Return only what lies between the first line of the entries and the line containing "sequence::ArmNest request;", both lines included.

====== RECORDS SUPPLIED

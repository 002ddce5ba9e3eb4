#include <gtest/gtest.h>

#include <boost/asio/post.hpp>

#include "tests/trial/memory_ledger.h"

// The rules of the floor that hold already: arming, the right probe in the nest, pass, fail and void.
namespace probewright {
namespace {

using emulated::DeviceId;
using emulated::DeviceKind;
using sequence::NestState;
using sequence::RunVerdict;
using trial::MemoryLedger;
using trial::Told;
using trial::Trial;

constexpr DeviceId the_phantom{1, DeviceKind::phantom}, the_adapter{1, DeviceKind::adapter};
constexpr emulated::AdapterDevice::Drive dark{};

class Floor : public ::testing::Test {
 protected:
  MemoryLedger ledger;
  Trial station{ledger.options(1)};

  sequence::ArmNest scan(const std::string& serial) {
    sequence::ArmNest request;
    request.serial = serial;
    request.operator_name = "Imre Vasko";
    return request;
  }
  /// Does something once, when the run has come to this stage.
  void at_stage(int stage, std::function<void()> what) {
    station.on_event = [this, stage, what, done = false](const sequence::LineEvent& event) mutable {
      const auto* changed = std::get_if<sequence::NestChanged>(&event);
      if (done || !changed || changed->view.state != NestState::running || changed->view.stage != stage) return;
      done = true;
      boost::asio::post(station.io(), what);  // not from within the line's own call
    };
  }
  /// A probe whose ID resistor is far off: its reading lies outside from the first stage on.
  void seat_bad_id(const std::string& serial) {
    emulated::Probe probe = emulated::draw_probe(1, serial, "AQ-20");
    probe.id_ohm *= 1.08;
    station.bench().seat(1, probe).value();
  }
  Told run_of_bad_id() {
    const std::string serial = "AQ20-048-00009";
    EXPECT_TRUE(station.reaches(NestState::empty));
    station.line().arm(scan(serial)).value();
    seat_bad_id(serial);
    Told told;
    for (int i = 0; i < 400 && !told.outcome; ++i) {
      station.let_pass(std::chrono::milliseconds(50));
      for (const auto& event : station.events())
        if (const auto* end = std::get_if<sequence::RunEnded>(&event)) told.outcome = end->outcome;
    }
    return told;
  }
};

TEST_F(Floor, AProbeThatWasInBeforeTheScanIsRefused) {
  ASSERT_TRUE(station.reaches(NestState::empty));
  station.bench().seat(1, "AQ20-048-00001", "AQ-20").value();
  ASSERT_TRUE(station.reaches(NestState::occupied));
  const auto armed = station.line().arm(scan("AQ20-048-00001"));
  ASSERT_FALSE(armed);
  EXPECT_EQ(armed.error().id, "nest_occupied");
}

TEST_F(Floor, AProbeLeftInPlaceIsNotTestedAgain) {
  ASSERT_TRUE(station.test("AQ20-048-00001").outcome);
  station.bench().seat(1, "AQ20-048-00001", "AQ-20").value();  // in again before the line saw the nest empty
  ASSERT_TRUE(station.reaches(NestState::occupied));
  EXPECT_EQ(station.line().arm(scan("AQ20-048-00001")).error().id, "nest_occupied");
}

TEST_F(Floor, AScanOfNoModelAndAProductionRunAreRefused) {
  ASSERT_TRUE(station.reaches(NestState::empty));
  EXPECT_EQ(station.line().arm(scan("AQ99-1")).error().id, "serial_unknown");
  auto production = scan("AQ20-048-00001");
  production.purpose = sequence::Purpose::production;
  EXPECT_EQ(station.line().arm(production).error().id, "purpose_not_possible");
  auto elsewhere = scan("AQ20-048-00001");
  elsewhere.nest = 7;
  EXPECT_EQ(station.line().arm(elsewhere).error().id, "nest_not_there");
}

TEST_F(Floor, AnArmingEndsAfterTwentySeconds) {
  ASSERT_TRUE(station.reaches(NestState::empty));
  station.line().arm(scan("AQ20-048-00001")).value();
  station.let_pass(std::chrono::seconds(19));
  EXPECT_EQ(station.line().views().front().state, NestState::armed);
  station.let_pass(std::chrono::seconds(2));
  EXPECT_EQ(station.line().views().front().state, NestState::empty);
  EXPECT_EQ(std::get<sequence::ArmingEnded>(station.events()[station.events().size() - 2]).problem.id, "arming_ended");
}

TEST_F(Floor, ARunWaitsForTheLid) {
  ASSERT_TRUE(station.reaches(NestState::empty));
  station.bench().lid(1, true).value();
  station.line().arm(scan("AQ20-048-00001")).value();
  station.bench().seat(1, "AQ20-048-00001", "AQ-20").value();
  station.let_pass(std::chrono::seconds(3));
  EXPECT_EQ(station.line().views().front().words, "close the lid");
  station.bench().lid(1, false).value();
  EXPECT_TRUE(station.reaches(NestState::running));
}

// Part of the rule: a stop by a person before any reading lies outside is void.
TEST_F(Floor, AStopBeforeAnyReadingLiesOutsideIsVoid) {
  at_stage(3, [this] { station.line().stop(sequence::StopNest{1, "Imre Vasko"}).value(); });
  const Told told = station.test("AQ20-048-00001");
  ASSERT_TRUE(told.outcome);
  EXPECT_EQ(told.outcome->verdict, RunVerdict::void_run);
  EXPECT_EQ(told.outcome->cause, "stopped_by_person");
  EXPECT_EQ(station.bench().drive(1), dark);
}

TEST_F(Floor, AStopAfterAReadingOutsideIsAFail) {
  at_stage(4, [this] { station.line().stop(sequence::StopNest{1, "Imre Vasko"}).value(); });
  const Told told = run_of_bad_id();
  ASSERT_TRUE(told.outcome);
  EXPECT_EQ(told.outcome->verdict, RunVerdict::fail);
  EXPECT_EQ(told.outcome->cause, "stopped_by_person");
  EXPECT_EQ(told.outcome->failing, std::vector<std::string>{"id_deviation"});
}

TEST_F(Floor, ACompletedRunWithAReadingOutsideFailsByTheSheet) {
  const Told told = run_of_bad_id();
  ASSERT_TRUE(told.outcome);
  EXPECT_EQ(told.outcome->verdict, RunVerdict::fail);
  EXPECT_EQ(told.outcome->cause, "limits");
  EXPECT_EQ(told.outcome->failing, std::vector<std::string>{"id_deviation"});
}

class Disturbance : public Floor, public ::testing::WithParamInterface<int> {};

TEST_P(Disturbance, AnOpenedLidEndsTheRunVoidAndDark) {
  at_stage(GetParam(), [this] { station.bench().lid(1, true).value(); });
  const Told told = station.test("AQ20-048-00001");
  ASSERT_TRUE(told.outcome);
  EXPECT_EQ(told.outcome->verdict, RunVerdict::void_run);
  EXPECT_EQ(told.outcome->cause, "lid_opened");
  EXPECT_EQ(station.bench().drive(1), dark);
}

TEST_P(Disturbance, AProbeTakenOutEndsTheRunVoid) {
  at_stage(GetParam(), [this] { station.bench().remove(1).value(); });
  const Told told = station.test("AQ20-048-00001");
  ASSERT_TRUE(told.outcome);
  EXPECT_EQ(told.outcome->verdict, RunVerdict::void_run) << told.outcome->cause_words;
  EXPECT_EQ(station.bench().drive(1), dark);
}

TEST_P(Disturbance, AnotherProbePutInDuringTheRunEndsItVoid) {
  at_stage(GetParam(), [this] {
    station.bench().remove(1).value();
    station.bench().seat(1, "AQ20-048-00002", "AQ-20").value();
  });
  const Told told = station.test("AQ20-048-00001");
  ASSERT_TRUE(told.outcome);
  EXPECT_EQ(told.outcome->verdict, RunVerdict::void_run) << told.outcome->cause_words;
}

TEST_P(Disturbance, APulledDeviceVoidsTheRunAndComesBack) {
  for (const DeviceId device : {the_phantom, the_adapter}) {
    at_stage(GetParam(), [this, device] { station.bench().pull(device).value(); });
    const Told told = station.test("AQ20-048-00001");
    ASSERT_TRUE(told.outcome) << to_text(device);
    EXPECT_EQ(told.outcome->verdict, RunVerdict::void_run);
    EXPECT_EQ(told.outcome->cause, "device_lost");
    ASSERT_TRUE(station.reaches(NestState::not_ready));
    station.bench().plug(device).value();
    station.on_event = nullptr;
    const Told after = station.test("AQ20-048-00001");
    ASSERT_TRUE(after.outcome) << to_text(device);
    EXPECT_EQ(after.outcome->verdict, RunVerdict::pass);
  }
}

TEST_P(Disturbance, ADeviceThatStartsAnewVoidsTheRun) {
  for (const DeviceId device : {the_phantom, the_adapter}) {
    at_stage(GetParam(), [this, device] { station.bench().restart(device).value(); });
    const Told told = station.test("AQ20-048-00001");
    ASSERT_TRUE(told.outcome) << to_text(device);
    EXPECT_EQ(told.outcome->verdict, RunVerdict::void_run) << to_text(device) << " " << told.outcome->cause;
    EXPECT_EQ(station.bench().drive(1), dark) << to_text(device);
    station.on_event = nullptr;
    ASSERT_TRUE(station.reaches(NestState::empty)) << to_text(device);
  }
}

INSTANTIATE_TEST_SUITE_P(AtEveryStage, Disturbance, ::testing::Range(1, 7));

TEST(Readiness, AWrongCertificateIsRefusedInWords) {
  MemoryLedger ledger;
  trial::Options options = ledger.options(1);
  options.bench.wrong_certificate = {the_adapter};
  Trial station{options};
  station.let_pass(std::chrono::seconds(5));
  const auto view = station.line().views().front();
  EXPECT_EQ(view.state, NestState::not_ready);
  EXPECT_NE(view.words.find("certificate"), std::string::npos) << view.words;
}

TEST(Readiness, ACertificateHoldsToTheEndOfItsDay) {
  MemoryLedger ledger;
  trial::Options options = ledger.options(1);
  options.start = parse_utc("2027-06-30T23:59:00Z").value();
  Trial station{options};
  EXPECT_TRUE(station.reaches(NestState::empty));
  station.let_pass(std::chrono::seconds(70));
  const auto view = station.line().views().front();
  EXPECT_EQ(view.state, NestState::not_ready);
  EXPECT_NE(view.words.find("2027-06-30"), std::string::npos) << view.words;
}

}  // namespace
}  // namespace probewright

============

WRITTEN SOLUTION
repository 002ddce5ba9e3eb4
#include <gtest/gtest.h>

#include <boost/asio/post.hpp>

#include "tests/trial/memory_ledger.h"

// The rules of the floor that hold already: arming, the right probe in the nest, pass, fail and void.
namespace probewright {
namespace {

using emulated::DeviceId;
using emulated::DeviceKind;
using sequence::NestState;
using sequence::RunVerdict;
using trial::MemoryLedger;
using trial::Told;
using trial::Trial;

constexpr DeviceId the_phantom{1, DeviceKind::phantom}, the_adapter{1, DeviceKind::adapter};
constexpr emulated::AdapterDevice::Drive dark{};

class Floor : public ::testing::Test {
 protected:
  MemoryLedger ledger;
  Trial station{ledger.options(1)};

  sequence::ArmNest scan(const std::string& serial) {
    sequence::ArmNest request;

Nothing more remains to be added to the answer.